A. Seven reports overseas illustrate a possible link between overnight orthokeratology and bacterial corneal ulcers. The most recent was published in the March issue of Ophthalmology.
The study, done by Hong Kong researchers, included six case re-ports of children ages 9 to 14 who wore contact lenses overnight for orthokeratology and subsequently developed corneal ulcers and loss of best spectacle-corrected visual acuity due to scarring.1 (Five of the six patients tested positive for Pseudo-monas aeruginosa.)
Pseudomonas infection is somewhat rare in rigid lens wearers. But, the recent ARVO report by N. Yamamoto, P.M. Ladage and H.D. Cavanagh at Southwestern University in Dallas, showed a slight increase in Pseudomonas binding rates in rabbits with the use of orthokeratology designs when compared with controls using conventional lenses of the same material.2 Its unclear, however, as to how significant this may be and whether the results generalize to human subjects.
Despite the Hong Kong researchers efforts to identify the patients lens material (type and brand), diameter, power, base curves used, changes in corneal topography and fitting characteristics, such information was not made available.
Still, the researchers offer these theories about possible causes:
Children are more prone to trauma and are often not fully compliant in terms of maintenance and hygiene.
The compressive forces exerted by these lenses in the redistribution of corneal epithelium may result in local trauma at compressive points of the contact.

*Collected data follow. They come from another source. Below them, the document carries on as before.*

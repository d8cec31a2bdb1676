import { z } from './zod.ts';

export const DEFAULT_PAGE_SIZE = 50;
export const MAX_PAGE_SIZE = 500;

const whole = (most: number) => z.coerce.number().int().min(1).max(most);

/** What every list takes in its address. */
export const listFields = {
  query: z.string().trim().max(200).default('').meta({ description: 'Text to look for, whatever its case' }),
  page: whole(1_000_000).default(1).meta({ description: 'Page, counted from 1' }),
  pageSize: whole(MAX_PAGE_SIZE).default(DEFAULT_PAGE_SIZE).meta({ description: 'Items a page' }),
};

export const ListQuery = z.object(listFields);
export type ListQuery = z.infer<typeof ListQuery>;

/** What every list answers: a page of it, and how many there are in all. */
export const listOf = <T extends z.ZodType>(item: T) => z.object({ items: z.array(item), total: z.int() });

export interface List<T> {
  items: T[];
  total: number;
}
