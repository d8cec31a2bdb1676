import type { Db } from '#db/client.ts';
import { listOrbits, placeOrbit } from '#db/queries/orbit.ts';

/** Puts an orbit at a place of the manifest and numbers all 0, 1, 2 …; a place past the end is the end. */
export async function moveOrbit(
  tx: Db,
  { studyId, orbitId, position }: { studyId: string; orbitId: string; position: number },
): Promise<void> {
  const orbits = await listOrbits(tx, { studyId });
  const others = orbits.map(({ id }) => id).filter((id) => id !== orbitId);
  await number(tx, studyId, [...others.slice(0, position), orbitId, ...others.slice(position)]);
}

/** Closes the gap a removed orbit left. */
export async function closeGaps(tx: Db, { studyId }: { studyId: string }): Promise<void> {
  await number(
    tx,
    studyId,
    (await listOrbits(tx, { studyId })).map(({ id }) => id),
  );
}

async function number(tx: Db, studyId: string, order: readonly string[]): Promise<void> {
  for (const [position, orbitId] of order.entries()) await placeOrbit(tx, { studyId, orbitId, position });
}
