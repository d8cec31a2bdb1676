import { z } from './zod.ts';

/**
 * The memo as a document: everything that is printed, already worded and rounded, so that the PDF and the reading
 * preview cannot differ. A plain, serialisable value: it crosses to the rendering thread, and the same model gives
 * the same bytes.
 */
export interface MemoModel {
  paper: MemoPaper;
  /** Title of the document's metadata and of the window that shows it. */
  documentTitle: string;
  /** Stands at the head of every page. */
  status: string;
  titleBlock: MemoTitleBlock;
  /** The recommendation, or what there is to say instead of one. */
  finding: string;
  /** The question and by when it is to be decided. */
  question: string;
  /** Why, in a paragraph or two. */
  reasons: MemoText[];
  /** The figures that carry the recommendation; at most three. */
  headline: MemoHeadline[];
  /** The first section continues the first page and has no heading. */
  sections: MemoSection[];
  /** What the figures rest on; runs at the foot of every page. */
  foot: string;
}

export const MemoPaper = z.enum(['a4', 'letter']);
export type MemoPaper = z.infer<typeof MemoPaper>;

export const MemoQuery = z.object({
  paper: MemoPaper.default('a4').meta({ description: 'A4 210 × 297 mm, or US Letter' }),
});

export interface MemoTitleBlock {
  study: string;
  organisation: string;
  memo: string;
  /** UTC day, ISO 8601. */
  date: string;
  revision: number;
  prepared: string;
}

export interface MemoHeadline {
  label: string;
  figure: string;
  note: string;
  /** Whether it belongs to the leading site: takes the signal. */
  leads: boolean;
}

export interface MemoSection {
  id: string;
  heading: string | null;
  blocks: MemoBlock[];
}

export type MemoBlock =
  MemoParagraph | MemoCaution | MemoFormulas | MemoTable | MemoContributions | MemoMap | MemoCode;

/** Text with parts that stand out. */
export type MemoText = (string | { strong: string })[];

export interface MemoParagraph {
  kind: 'paragraph';
  text: MemoText;
}

export interface MemoCaution {
  kind: 'caution';
  strong: string;
  text: string;
}

export interface MemoFormulas {
  kind: 'formulas';
  items: { formula: string; meaning: string }[];
}

/** Something to type or to compare character by character: a checksum, a command. */
export interface MemoCode {
  kind: 'code';
  label: string;
  text: string;
}

export interface MemoColumn {
  heading: string;
  unit: string;
  align: 'left' | 'right';
  /** Share of the table's width. */
  share: number;
  /** Whether it stays on a narrow screen's first view; the others are reached by scrolling the table. */
  first: boolean;
}

export interface MemoCell {
  text: string;
  /** Columns it takes; a sentence may stand in place of figures. */
  span?: number;
  strong?: boolean;
}

export interface MemoRow {
  cells: MemoCell[];
  mark: 'leads' | 'set-aside' | 'plain';
}

export interface MemoTable {
  kind: 'table';
  /** Tables are numbered through the memo. */
  number: number;
  caption: string;
  columns: MemoColumn[];
  rows: MemoRow[];
  notes: string[];
}

/** One part of a bar: a criterion's term. */
export interface MemoPart {
  /** Key letter of the criterion; empty for the rest together. */
  letter: string;
  /** Which of the seven bar patterns fills it, 0 to 6. */
  pattern: number;
  start: number;
  length: number;
}

export interface MemoContributions {
  kind: 'contributions';
  /** Figures are numbered through the memo. */
  number: number;
  caption: string;
  /** The figure in a sentence, for those who don't see it. */
  description: string;
  bars: { name: string; value: string; total: number; leads: boolean; parts: MemoPart[] }[];
  key: { letter: string; pattern: number; name: string; weight: string }[];
}

/** A map in points of its own frame, drawn as vectors. */
export interface MemoMap {
  kind: 'map';
  number: number;
  caption: string;
  description: string;
  width: number;
  height: number;
  /** SVG path data. */
  land: string;
  graticule: string;
  degrees: { x: number; y: number; text: string; side: 'bottom' | 'left' }[];
  pads: MemoPad[];
  /** Sites that are not listed, as one path of dots: there may be thousands. */
  others: string;
  notes: string[];
}

export interface MemoPad {
  x: number;
  y: number;
  mark: 'leads' | 'ranked' | 'other';
  /** Baseline start of the label; none where no place was left for it. */
  label: { x: number; y: number; text: string } | null;
  /** From the pad to a label that had to move away. */
  leader: { x1: number; y1: number; x2: number; y2: number } | null;
}
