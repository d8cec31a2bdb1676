import type { OrbitInput, OrbitPatch, StudyOrbit } from '#contract/requirement.ts';
import { orbitComplaints } from '#contract/orbit.ts';
import type { OrbitValues } from '#db/queries/orbit.ts';
import { AppError } from '#server/errors.ts';

/** To the micrometre, so that 500.1 km comes back as 500.1 km. */
const toMetres = (km: number): number => Math.round(km * 1e9) / 1e6;

type Fields = Pick<
  StudyOrbit,
  | 'code'
  | 'name'
  | 'perigeeKm'
  | 'apogeeKm'
  | 'inclinationDeg'
  | 'sunSynchronous'
  | 'profile'
  | 'parkingKm'
  | 'flightsPerYear'
>;

/** An orbit's fields as columns. */
export function orbitColumns(fields: Fields): OrbitValues {
  return {
    code: fields.code,
    name: fields.name,
    perigeeM: toMetres(fields.perigeeKm),
    apogeeM: toMetres(fields.apogeeKm),
    inclinationDeg: fields.inclinationDeg,
    sunSynchronous: fields.sunSynchronous,
    profile: fields.profile,
    parkingM: toMetres(fields.parkingKm),
    flightsPerYear: fields.flightsPerYear,
  };
}

/** A new orbit's fields, which the schema has checked. */
export const inputFields = (input: OrbitInput, code: string): Fields => ({
  ...input,
  code,
  inclinationDeg: input.inclinationDeg ?? null,
  sunSynchronous: input.sunSynchronous ?? false,
});

/** Of two ways to say the plane, the one that is sent takes the place of the other. */
function planeOf(before: Fields, patch: OrbitPatch): Pick<Fields, 'inclinationDeg' | 'sunSynchronous'> {
  const { inclinationDeg, sunSynchronous } = patch;
  if (sunSynchronous === true) return { sunSynchronous, inclinationDeg: inclinationDeg ?? null };
  if (typeof inclinationDeg === 'number') return { sunSynchronous: false, inclinationDeg };
  return {
    sunSynchronous: sunSynchronous ?? before.sunSynchronous,
    inclinationDeg: inclinationDeg === undefined ? before.inclinationDeg : inclinationDeg,
  };
}

/**
 * An orbit's fields after a patch, checked whole by the same rules as a new one's.
 * @throws AppError 'invalid' with the fields at fault
 */
export function patchedFields(before: Fields, patch: OrbitPatch): Fields {
  const { version: _version, position: _position, ...sent } = patch;
  const given = Object.fromEntries(Object.entries(sent).filter(([, value]) => value !== undefined));
  const after: Fields = { ...before, ...given, ...planeOf(before, patch) };
  const complaints = orbitComplaints({ ...after, inclinationDeg: after.inclinationDeg ?? undefined });
  if (complaints.length > 0)
    throw new AppError('invalid', 'Some of the input does not fit. Nothing was saved.', {
      errors: complaints.map(({ path, message }) => ({ path: path.join('.'), message })),
    });
  return after;
}
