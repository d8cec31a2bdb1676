import type { SettingsPatch, StudySettings } from '#contract/requirement.ts';
import type { PooledDb } from '#db/client.ts';
import { updateSettings } from '#db/queries/study.ts';
import { changeStudy, type Saved } from '#server/change-study.ts';
import { stale } from '#server/errors.ts';
import type { Member } from '#server/member.ts';
import { presentSettings } from './present.ts';

interface ChangeRequest {
  member: Member;
  /** The version the change is based on. */
  version: number;
  patch: SettingsPatch;
}

/** Changes the study's settings. @throws AppError 'stale' */
export async function changeSettings(
  db: PooledDb,
  { member, version, patch }: ChangeRequest,
): Promise<StudySettings & Saved> {
  return changeStudy(db, { member, kind: 'inputs' }, async (tx, row) => {
    const before = presentSettings(row);
    if (before.version !== version) throw stale(before);
    const { turnSpeedFraction = before.turnSpeedFraction, losses = before.losses } = patch;
    const values = { turnSpeedFraction, losses };
    const from = { turnSpeedFraction: before.turnSpeedFraction, losses: before.losses };
    if (turnSpeedFraction === from.turnSpeedFraction && losses === from.losses)
      return { result: before, entries: [] };
    await updateSettings(tx, { studyId: row.id, values });
    return {
      result: { ...values, version: version + 1 },
      entries: [{ object: 'settings', objectId: row.id, action: 'change', from, to: values }],
    };
  });
}
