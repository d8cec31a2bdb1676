/* How a rating's figure is written, on screens, in messages and in the memo. */
import { formatNumber } from './format.ts';

interface Stepped {
  /** Names of a rating's steps 0 to 4; null where it is no rating. */
  steps: readonly string[] | null;
}

/** A rating's figure by its step's name and number, "Good (3)"; null where it is no rating or on no step. */
export function stepInWords({ steps }: Stepped, figure: number): string | null {
  const name = steps?.[figure];
  return name === undefined ? null : `${name} (${formatNumber(figure)})`;
}

/** A criterion's figure as it is read: a rating by its step, any other number with its column's decimals. */
export const figureText = (criterion: Stepped, figure: number, decimals: number): string =>
  stepInWords(criterion, figure) ?? formatNumber(figure, decimals);
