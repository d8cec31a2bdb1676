import { sunSynchronousInclination } from '#core/flight/orbit.ts';
import { fromKilometres } from '#core/units.ts';
import { z } from './zod.ts';

export const DEFAULT_PARKING_KM = 185;

/** Altitude of an orbit over the equatorial radius. Below 80 km nothing orbits; 1,000,000 km is where the Earth's hold ends. */
export const OrbitAltitudeKm = z
  .number()
  .min(80, 'An orbit’s altitude lies between 80 km and 1,000,000 km.')
  .max(1_000_000, 'An orbit’s altitude lies between 80 km and 1,000,000 km.')
  .meta({ description: 'Altitude over the equatorial radius, 6,378.137 km' });

export const InclinationDeg = z
  .number()
  .min(0, 'An inclination lies between 0° and 180°.')
  .max(180, 'An inclination lies between 0° and 180°.')
  .meta({ description: 'Inclination to the equator; above 90° is retrograde' });

export const ProfileChoice = z.enum(['auto', 'direct', 'parking']).meta({
  description:
    'Direct: burn-out at perigee. Parking: burn-out in a circular parking orbit, then two burns. Auto: the cheaper one',
});
export type ProfileChoice = z.infer<typeof ProfileChoice>;

/** The fields of a target orbit, before the rules that hold between them; forms extend these. */
export const targetOrbitFields = {
  name: z.string().max(120).optional(),
  perigeeKm: OrbitAltitudeKm,
  apogeeKm: OrbitAltitudeKm,
  inclinationDeg: InclinationDeg.optional(),
  sunSynchronous: z.boolean().optional().meta({ description: 'The inclination follows from the altitudes' }),
  profile: ProfileChoice.default('auto'),
  parkingKm: OrbitAltitudeKm.default(DEFAULT_PARKING_KM),
  flightsPerYear: z
    .number()
    .min(0, 'Flights a year are 0 or more.')
    .max(1000, 'Flights a year are 1,000 at most.')
    .default(0),
};

interface OrbitRules {
  perigeeKm: number;
  apogeeKm: number;
  inclinationDeg?: number | undefined;
  sunSynchronous?: boolean | undefined;
  profile: ProfileChoice;
  parkingKm: number;
}

interface Complaint {
  path: (keyof OrbitRules)[];
  message: string;
}

function profileComplaint({ profile, perigeeKm, apogeeKm, parkingKm }: OrbitRules): Complaint | undefined {
  if (profile === 'direct' && perigeeKm > parkingKm) {
    return {
      path: ['profile'],
      message: 'Direct burn-out needs a perigee no higher than the parking altitude.',
    };
  }
  if (profile === 'parking' && parkingKm > apogeeKm) {
    return { path: ['parkingKm'], message: 'The parking orbit lies no higher than the apogee.' };
  }
  return undefined;
}

function inclinationComplaint(orbit: OrbitRules): Complaint | undefined {
  const given = orbit.inclinationDeg !== undefined;
  if (orbit.sunSynchronous === true) {
    if (given) {
      return { path: ['inclinationDeg'], message: 'Give an inclination or sunSynchronous, not both.' };
    }
    const { kind } = sunSynchronousInclination(
      fromKilometres(orbit.perigeeKm),
      fromKilometres(orbit.apogeeKm),
    );
    if (kind === 'none') {
      return { path: ['sunSynchronous'], message: 'At these altitudes no inclination is sun-synchronous.' };
    }
    return undefined;
  }
  return given
    ? undefined
    : { path: ['inclinationDeg'], message: 'An inclination is needed, or sunSynchronous.' };
}

/** What is wrong between the fields of an orbit, if anything. Forms and the interface ask the same question. */
export function orbitComplaints(orbit: OrbitRules): Complaint[] {
  if (orbit.perigeeKm > orbit.apogeeKm) {
    return [{ path: ['perigeeKm'], message: 'The perigee lies no higher than the apogee.' }];
  }
  return [inclinationComplaint(orbit), profileComplaint(orbit)].filter((found) => found !== undefined);
}

/** A schema check that reports the complaints between an orbit's fields. */
export function checkOrbit(ctx: z.core.ParsePayload<OrbitRules>): void {
  for (const { path, message } of orbitComplaints(ctx.value)) {
    ctx.issues.push({ code: 'custom', input: ctx.value, path, message });
  }
}

/** One target orbit, as it is posted for a study's manifest or (with a code) for an evaluation. */
export const TargetOrbitInput = z
  .strictObject(targetOrbitFields)
  .check(checkOrbit)
  .meta({ id: 'TargetOrbit', description: 'A target orbit with its flights a year' });
export type TargetOrbitInput = z.infer<typeof TargetOrbitInput>;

An already edematous ocular surface associated with nocturnal lens wear may render the corneal surface more susceptible to ulceration.
Serious infections may occur even with just overnight wear, as opposed to either extended wear (24 hours a day) or extensive daily use of contact lenses because of increased corneal hypoxia.
Several overseas reports have illustrated a possible link between orthokeratology and corneal ulcers.
There is no discussion in any of these case reports about how these lenses were fit or even if they were fit properly, adds Joel A. Silbert, O.D., director of the Cornea and Specialty Contact Lens Service at the Eye Institute. We also dont know what type of lens was used, and we have no information as to whether they were using high Dk materials.
So, should these studies influence our current practice here in the United States? No, says Dr. Silbert. We cannot let these studies panic us and allow the people who write them to imply that ortho-K as a procedure is unsafe because thats not true, he says. And I think statistically, if someone looks at these studies, its a miniscule percentage.
1. Young AL, Leung AT, Cheng LL, et al. Orthokeratology lens-related corneal ulcers in children: a case series. Ophthalmology 2004 Mar;111(3):590-5.
2. Yamamoto, N, Ladage, PM, Cavanagh, HD. Pseudomonas aeruginosa binding to the rabbit corneal surface following orthokeratology lens wear. ARVO abstract 1582, 2004.
3. Chen KH, Kuang TM, Hsu WM. Serratia marcescens corneal ulcer as a complication of orthokeratology. Am J Ophthalmol 2001 Aug;132(2):257-8.
4. Lu L, Zou L, Wang R. Orthokeratology induced infective corneal ulcer. Zhonghua Yan Ke Za Zhi 2002 Nov;37(6):443-6.
5. Hutchinson K, Apel A. Infectious keratitis in orthokeratology. Clin Experiment Ophthalmol 2002 Feb;30(1):49-51.
6. Young AL, Leung AT, Cheung EY, et al. Orthokeratology lens-related Pseudomonas aeruginosa infectious keratitis. Cornea 2003 Apr;22(3):265-6.
7. Lau LI, Wu CC, Lee SM, Hsu WM. Pseudomonas corneal ulcer related to overnight orthokeratology. Cornea 2003 Apr;22(3):262-4.
8. Wang JC, Lim L. Unusual morphology in orthokeratology contact lens-related cornea ulcer. Eye Contact Lens 2003 Jul;29(3):190-2.